Early Childhood Caries ist weltweit die häufigste chronische Erkrankung bei Kleinkindern. In Deutschland ist Karies im Milchgebiss trotz deutlicher Verbesserungen in den letzten Jahrzehnten noch immer ein relevantes Problem: rund 10–15% der 3-Jährigen haben bereits behandlungsbedürftige Karies. Das Tückische: sie entsteht sehr schnell wenn die Bedingungen stimmen — und sie ist vollständig vermeidbar.

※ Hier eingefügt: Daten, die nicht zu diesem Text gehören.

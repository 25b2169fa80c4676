"""Corners as a matrix (issue 15): axes combined as a product, named by their levels, filtered by
exclude; the errors name the file, line and key; `.step` sweeps become the same axes."""

from __future__ import annotations

import shutil
import textwrap
from pathlib import Path

import pytest

import derate
from derate.errors import DataError
from derate.project import load_project

EXAMPLE = Path(__file__).parents[1] / "examples" / "irrigation-controller"

MATRIX = """\
netlist: board.cir
matrix:
  axes:
    line:
      - {name: low, params: {vac_rms: 20.4}, description: 24 V AC -15 %}
      - {name: high, params: {vac_rms: 26.4}, description: 24 V AC +10 %}
    iload5: [0.3, 0.6]
    climate:
      - {name: cold, temperature_c: -20}
      - {name: hot, temperature_c: 60, ambient_c: 65, description: enclosure in full sun}
  exclude:
    - {line: low, climate: hot}
"""


def _project(tmp_path, text):
    (tmp_path / "board.cir").write_text("t\nV1 a 0 5\nR1 a b 1k\nC1 b 0 1u\n.tran 1u 1m\n.end\n")
    (tmp_path / "derate.yaml").write_text(textwrap.dedent(text))
    return load_project(tmp_path / "derate.yaml")


def test_axes_combine_as_a_product_named_by_their_levels(tmp_path):
    project = _project(tmp_path, MATRIX)
    names = [s.name for s in project.scenarios]
    assert names == ["low_iload5=0.3_cold", "low_iload5=0.6_cold", "high_iload5=0.3_cold", "high_iload5=0.3_hot",
                     "high_iload5=0.6_cold", "high_iload5=0.6_hot"]
    hot = project.scenarios[3]
    assert dict(hot.params) == {"vac_rms": 26.4, "iload5": 0.3}
    assert hot.temperature_c == 60 and hot.ambient_c == 65
    assert hot.description == "24 V AC +10 %, enclosure in full sun"
    cold = project.scenarios[0]
    assert cold.ambient_c == -20  # the ambient follows the simulation temperature unless given
    assert project.scenarios_given


def test_listed_scenarios_come_first_and_names_stay_unique(tmp_path):
    text = MATRIX + "scenarios:\n  - {name: bench, params: {vac_rms: 24}}\n"
    assert [s.name for s in _project(tmp_path, text).scenarios][0] == "bench"
    with pytest.raises(DataError, match="which the scenarios list has too"):
        _project(tmp_path, MATRIX + "scenarios:\n  - {name: low_iload5=0.3_cold}\n")


@pytest.mark.parametrize("text, message, where", [
    (MATRIX.replace("    iload5: [0.3, 0.6]\n", "    iload5: [0.3, 0.6]\n    more:\n      - {name: x, params: "
                    "{vac_rms: 1}}\n"), "axes 'line' and 'more' both set parameter 'vac_rms'", "derate.yaml:3: matrix.axes"),
    (MATRIX.replace("{line: low, climate: hot}", "{line: low, climate: warm}"),
     "axis 'climate' has no level 'warm' (levels: cold, hot)", "derate.yaml:12: matrix.exclude[0].climate"),
    (MATRIX.replace("{line: low, climate: hot}", "{feed: low}"), "no axis 'feed'", "derate.yaml:12: matrix.exclude[0]"),
    (MATRIX.replace("[0.3, 0.6]", str(list(range(1, 100))) + "\n    rl: " + str(list(range(1, 11)))),
     "combines into 3960 scenarios (at most 1000)", "matrix.axes"),
    (MATRIX.replace("    - {line: low, climate: hot}\n", "    - {line: low}\n    - {line: high}\n"),
     "every combination of the matrix is excluded", None),
])
def test_matrix_errors_name_file_line_and_key(tmp_path, text, message, where):
    with pytest.raises(DataError) as exc:
        _project(tmp_path, text)
    assert message in str(exc.value)
    if where:
        assert where in str(exc.value)


def test_step_cards_are_axes_of_the_same_matrix(tmp_path):
    (tmp_path / "swept.cir").write_text("valve supply sweep\n.param vin=24 rl=10\nV1 a 0 {vin}\nR1 a b 1\n"
                                        "C1 b 0 10u\nRL b 0 {rl}\n.step param vin list 20 28\n.step temp list -20 60\n"
                                        ".tran 1u 1m\n.end\n")
    stepped = derate.load_project(tmp_path / "swept.cir")
    netlist, _ = derate.read_circuit(stepped)
    stepped = derate.api.with_netlist(stepped, netlist)
    (tmp_path / "derate.yaml").write_text("netlist: swept.cir\nmatrix:\n  axes:\n    vin: [20, 28]\n"
                                          "    temperature_c: [-20, 60]\n")
    listed = load_project(tmp_path / "derate.yaml")
    assert [s.name for s in stepped.scenarios] == ["vin=20_temp=-20", "vin=20_temp=60", "vin=28_temp=-20",
                                                   "vin=28_temp=60"]
    assert [(dict(s.params), s.temperature_c, s.ambient_c) for s in stepped.scenarios] == \
        [(dict(s.params), s.temperature_c, s.ambient_c) for s in listed.scenarios]


@pytest.mark.ngspice
def test_a_matrix_runs_end_to_end_on_the_example(tmp_path):
    folder = tmp_path / "board"
    shutil.copytree(EXAMPLE, folder, ignore=shutil.ignore_patterns(".derate-cache", "out"))
    text = (folder / "derate.yaml").read_text()
    head = text[:text.index("scenarios:")]
    tail = text[text.index("parts: parts.yaml"):].replace(
        "  profile: {low-line-cold: 0.15, nominal: 0.60, high-line-hot: 0.25}   # share of the years in each corner\n", "")
    (folder / "derate.yaml").write_text(head + "matrix:\n  axes:\n    line:\n      - {name: low, params: {vac_rms: "
                                        "20.4}}\n      - {name: high, params: {vac_rms: 26.4}}\n    temperature_c: [60]\n"
                                        + tail)
    review = derate.review(derate.load_project(folder / "derate.yaml"), derate.ReviewOptions(use_cache=False))
    assert [r.scenario.name for r in review.run.results] == ["low_temperature_c=60", "high_temperature_c=60"]
    assert all(r.ok for r in review.run.results)
    # the high-line corner decides C3's voltage (34.9 V, as with the listed scenarios); with both
    # corners at 60 °C all year and no profile, its life (about 44,700 h against 60,000 h) governs
    voltage = next(f for f in review.record["findings"] if f["subject"] == "C3" and f["rule"] == "stress.voltage")
    assert voltage["scenario"] == "high_temperature_c=60" and voltage["measured"] == pytest.approx(34.9, abs=0.05)
    c3 = next(c for c in review.record["capacitors"] if c["reference"] == "C3")
    assert c3["governing"]["check"] == "life" and c3["governing"]["measured"] == pytest.approx(44_700, rel=0.01)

ECC hat klare ätiologische Faktoren: kariesauslösende Bakterien (primär Streptococcus mutans), fermentierbare Kohlenhydrate, anfällige Zahnoberflächen und Zeit. Besonders gefährdet: Säuglinge und Kleinkinder die nachts mit der Flasche einschlafen (zuckerhaltige Flüssigkeit benetzt die Zähne stundenlang), Kinder die häufig gestillt werden nach dem ersten Zahn, und Kinder mit hohem Zuckerkonsum ohne adequate Fluoridversorgung.
S. mutans wird primär von der primären Bezugsperson auf das Kind übertragen — durch Küssen, gemeinsame Benutzung von Besteck oder Löffeln. Eltern mit hoher Karieslast oder aktivem Kariesbefall übertragen mehr Bakterien. Das bedeutet: optimale Kariesprävention beim Kind beginnt mit der Kariessanierung der Eltern vor der Geburt.

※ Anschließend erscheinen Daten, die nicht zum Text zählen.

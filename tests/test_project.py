"""Project file loading: validation messages name file, line and key."""

from __future__ import annotations

from pathlib import Path

import pytest

from derate.errors import DataError
from derate.project import find_project, load_project

EXAMPLE = Path(__file__).parents[1] / "examples" / "irrigation-controller" / "derate.yaml"


def test_example_project_loads():
    p = load_project(EXAMPLE)
    assert p.netlist.name == "board.cir"
    assert [s.name for s in p.scenarios] == ["low-line-cold", "nominal", "high-line-hot"]
    assert p.analysis.tran.stop_s == pytest.approx(0.1) and p.analysis.tran.max_step_s == pytest.approx(5e-7)
    assert p.analysis.window.last_s == pytest.approx(33.333e-3)
    assert dict(p.scenarios[0].params) == {"vac_rms": 20.4} and p.scenarios[2].ambient_c == 60


@pytest.mark.parametrize("text,where,message", [
    ("netlist: b.cir\nanalysis:\n  tran: {stop: 1m}\n  windw: {last: 1m}\n", ":4: analysis.windw",
     "unknown key(s) 'windw'"),
    ("netlist: b.cir\nanalysis:\n  tran: {stop: ten}\n", ":3: analysis.tran.stop", "expected a number"),
    ("netlist: b.cir\nscenarios:\n  - name: a\n  - name: a\n", ":4: scenarios[1].name", "used twice"),
    ("netlist: b.cir\nanalysis:\n  timeout_s: -1\n", ":3: analysis.timeout_s", "above 0"),
    ("netlist: b.cir\nscenarios:\n  - {name: 'bad name'}\n", ":3: scenarios[0].name", "letters, digits"),
    ("analysis: {}\n", "derate.yaml: ", "expected either 'netlist' (one deck) or 'netlists'"),
    ("netlist: [unclosed\n", "derate.yaml:2", "invalid YAML"),
    ("netlist: b.cir\nanalysis:\n  window: {last: 1m, from: 2m}\n", "analysis.window", "either 'last' or 'from'"),
])
def test_errors(tmp_path, text, where, message):
    path = tmp_path / "derate.yaml"
    path.write_text(text)
    with pytest.raises(DataError) as info:
        load_project(path)
    assert where in str(info.value) and message in str(info.value)


def test_find_project_in_parent(tmp_path):
    (tmp_path / "derate.yaml").write_text("netlist: b.cir\n")
    sub = tmp_path / "a" / "b"
    sub.mkdir(parents=True)
    assert find_project(sub) == tmp_path / "derate.yaml"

Fluorid remineralisiert Schmelz, hemmt Bakterienenzyme und macht den Zahnschmelz säureresistenter. Empfehlung der DGKiZ: ab dem ersten Zahn fluoridhaltige Kinderzahnpasta (500 ppm F⁻). Zweimal täglich putzen. Ab dem zweiten Geburtstag: 1000 ppm. Ab 6 Jahren: 1450 ppm wie Erwachsene. Fluoridlack beim Zahnarzt: mindestens zweimal jährlich bei Risikokindern (höhere Wirksamkeit als Hauszahnpasta).

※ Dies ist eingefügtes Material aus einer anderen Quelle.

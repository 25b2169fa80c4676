"""BOM exports as tools write them, read with no column map (bom.py, notation.py)."""

from __future__ import annotations

import pytest

from derate.bom import detect_columns, load_bom, read_rows
from derate.errors import DataError
from derate.netlist import load_circuit
from derate.notation import read_value
from derate.parts import PartTable
from tests.conftest import DATA

BOMS = DATA / "bom"
NET = "b\nV1 a 0 5\n" + "".join(f"C{k} a 0 1u\n" for k in (1, 2, 3, 4, 5, 6)) + "R1 a 0 1k\n.end\n"


# IEC 60062 letter-as-decimal-point codes (4u7, 6V3; from memory) and the usual BOM spellings
@pytest.mark.parametrize("text,expect", [
    ("10u/25V/X7R", dict(capacitance_f=10e-6, rated_voltage_v=25.0, dielectric="X7R", technology="ceramic-class2")),
    ("4u7", dict(capacitance_f=4.7e-6)),
    ("6V3", dict(rated_voltage_v=6.3)),
    ("100n 50V C0G 0603", dict(capacitance_f=100e-9, rated_voltage_v=50.0, dielectric="C0G",
                               technology="ceramic-class1", case_size="0603")),
    ("470uF 35V 105C", dict(capacitance_f=470e-6, rated_voltage_v=35.0, rated_temperature_c=105.0)),
    ("0.1 µF 16 V", dict(capacitance_f=0.1e-6, rated_voltage_v=16.0)),
    ("2n2 1kV", dict(capacitance_f=2.2e-9, rated_voltage_v=1000.0)),
    ("CAP CER 4.7UF 6.3V X5R 0805", dict(capacitance_f=4.7e-6, rated_voltage_v=6.3, dielectric="X5R",
                                         technology="ceramic-class2", case_size="0805")),
    ("22u 6.3V tantalum ±10%", dict(capacitance_f=22e-6, rated_voltage_v=6.3, technology="tantalum-mno2",
                                    tolerance_pct=10.0)),
])
def test_trade_notation(text, expect):
    got = read_value(text).fields()
    for key, value in expect.items():
        assert got[key] == (pytest.approx(value) if isinstance(value, float) else value), (text, key, got)


def test_header_synonyms():
    cols = detect_columns(["Ref Des", "Comment", "Rated Voltage (V)", "Temperature Characteristic", "Case/Package",
                           "Mfr. Part #", "Do Not Populate"])
    assert cols["reference"] == "Ref Des" and cols["value"] == "Comment" and cols["dnp"] == "Do Not Populate"
    assert cols["dielectric"] == "Temperature Characteristic" and cols["case_size"] == "Case/Package"


@pytest.mark.parametrize("name", ["kicad_grouped.csv", "tab_separated_crlf.txt"])
def test_exports_without_a_column_map(write, name):
    circuit = load_circuit(write("b.cir", NET))
    table = PartTable()
    notes = load_bom(BOMS / name, table)
    parts = table.assign(circuit)
    c1, c2, c5 = parts["C1"], parts["C2"], parts["C5"]
    assert (c1.capacitance_f, c1.rated_voltage_v, c1.technology, c1.case_size) == (10e-6, 25.0, "ceramic-class2", "1206")
    assert parts["C3"] == parts["C4"] and parts["C3"].rated_voltage_v == 25.0  # grouped references
    assert (c2.rated_voltage_v, c2.technology) == (50.0, "ceramic-class1")
    assert (c5.capacitance_f, c5.rated_voltage_v, c5.dielectric) == (pytest.approx(4.7e-6), 6.3, "X5R")
    if name == "kicad_grouped.csv":
        assert "c6" in table.dnp and parts["C6"] is None  # do not populate: not reviewed (pipeline.not_reviewed)
        assert any("C12" in n for n in table.notes)  # in the BOM, not in the netlist: a note, not an error
    else:
        assert c1.part_number == "IC-1206X7R106K25" and c1.manufacturer == "Invented Ceramics"
    assert not notes


def test_latin1_semicolon_export_with_a_column_map(write):
    circuit = load_circuit(write("b.cir", NET))
    table = PartTable()
    load_bom(BOMS / "latin1_semicolon_german.csv", table,
             {"reference": "Bezeichner", "capacitance_f": "Wert", "rated_voltage_v": "Spannung",
              "dielectric": "Dielektrikum", "case_size": "Gehäuse"})
    parts = table.assign(circuit)
    assert parts["C1"].capacitance_f == pytest.approx(10e-6) and parts["C1"].rated_voltage_v == 25.0
    assert parts["C5"].capacitance_f == pytest.approx(4.7e-6) and parts["C5"].rated_voltage_v == 6.3


def test_electrolytics_tantalum_polymer_and_fitted_column(write):
    circuit = load_circuit(write("b.cir", NET))
    table = PartTable()
    load_bom(BOMS / "electrolytics.csv", table)
    parts = table.assign(circuit)
    assert (parts["C1"].technology, parts["C1"].rated_temperature_c, parts["C1"].tolerance_pct) == \
        ("aluminum-electrolytic", 105.0, 20.0)
    assert parts["C3"].technology == "tantalum-mno2" and parts["C3"].rated_voltage_v == 10.0
    assert "c4" in table.dnp  # Fitted: no


def test_bom_errors_name_row_and_field(write):
    bad = write("bad.csv", "Reference,Value,Voltage\nC1,10u,-16V\n")
    with pytest.raises(DataError) as info:
        load_bom(bad, PartTable())
    assert "bad.csv:2" in str(info.value) and "rated_voltage_v" in str(info.value)
    noref = write("noref.csv", "Part,Value\nC1,10u\n")
    with pytest.raises(DataError, match="no reference column"):
        read_rows(noref)


def test_an_unreadable_type_is_a_note_not_a_stop(write):
    """A Type cell derate cannot place ('ceramic' says neither class 1 nor class 2) is noted and the
    rest of the row is used; before, the raw text reached the technology field and the whole BOM
    was refused."""
    circuit = load_circuit(write("b.cir", NET))
    bom = write("types.csv", "Reference,Value,Voltage,Type\nC1,10u,16V,ceramic\nC2,100n,50V,X7R\n")
    table = PartTable()
    notes = load_bom(bom, table)
    parts = table.assign(circuit)
    assert parts["C1"].technology is None and parts["C1"].rated_voltage_v == 16.0
    assert parts["C2"].technology == "ceramic-class2"
    assert any("'ceramic'" in n for n in notes)


def test_parts_file_refines_bom_data(write):
    circuit = load_circuit(write("b.cir", NET))
    from derate.parts import load_parts
    table = PartTable()
    load_parts(write("parts.yaml", "parts:\n  C1: {ripple_current_a: 2.5, technology: aluminium-electrolytic}\n"), table)
    load_bom(BOMS / "electrolytics.csv", table)
    c1 = table.assign(circuit)["C1"]
    assert (c1.ripple_current_a, c1.rated_voltage_v, c1.technology) == (2.5, 35.0, "aluminum-electrolytic")
    assert "parts.yaml" in c1.source and "electrolytics.csv" in c1.source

Die Empfehlung aller relevanten Fachgesellschaften: erster Zahnarzttermin mit dem Durchbruch des ersten Zahns, spätestens mit 12 Monaten. Zu diesem Zeitpunkt: Risikoeinschätzung, Elternberatung, Fluoridlack wenn indiziert, Grundlage für regelmäßige Besuche. Ein Kind das Zahnarztbesuche von klein auf als selbstverständlich erlebt, hat deutlich weniger Zahnbehandlungsangst als Erwachsener.
Zuckerhaltiges Essen und Trinken sollte auf Mahlzeiten begrenzt werden — kein dauerhaftes Nuckeln, keine gezuckerten Getränke im Fläschchen zum Einschlafen. Zwischen den Mahlzeiten: Wasser oder ungesüßter Tee. Das klingt simpel, aber die Umsetzung im Alltag ist für viele Familien eine Herausforderung. Nicht moralisieren — konkret und pragmatisch beraten.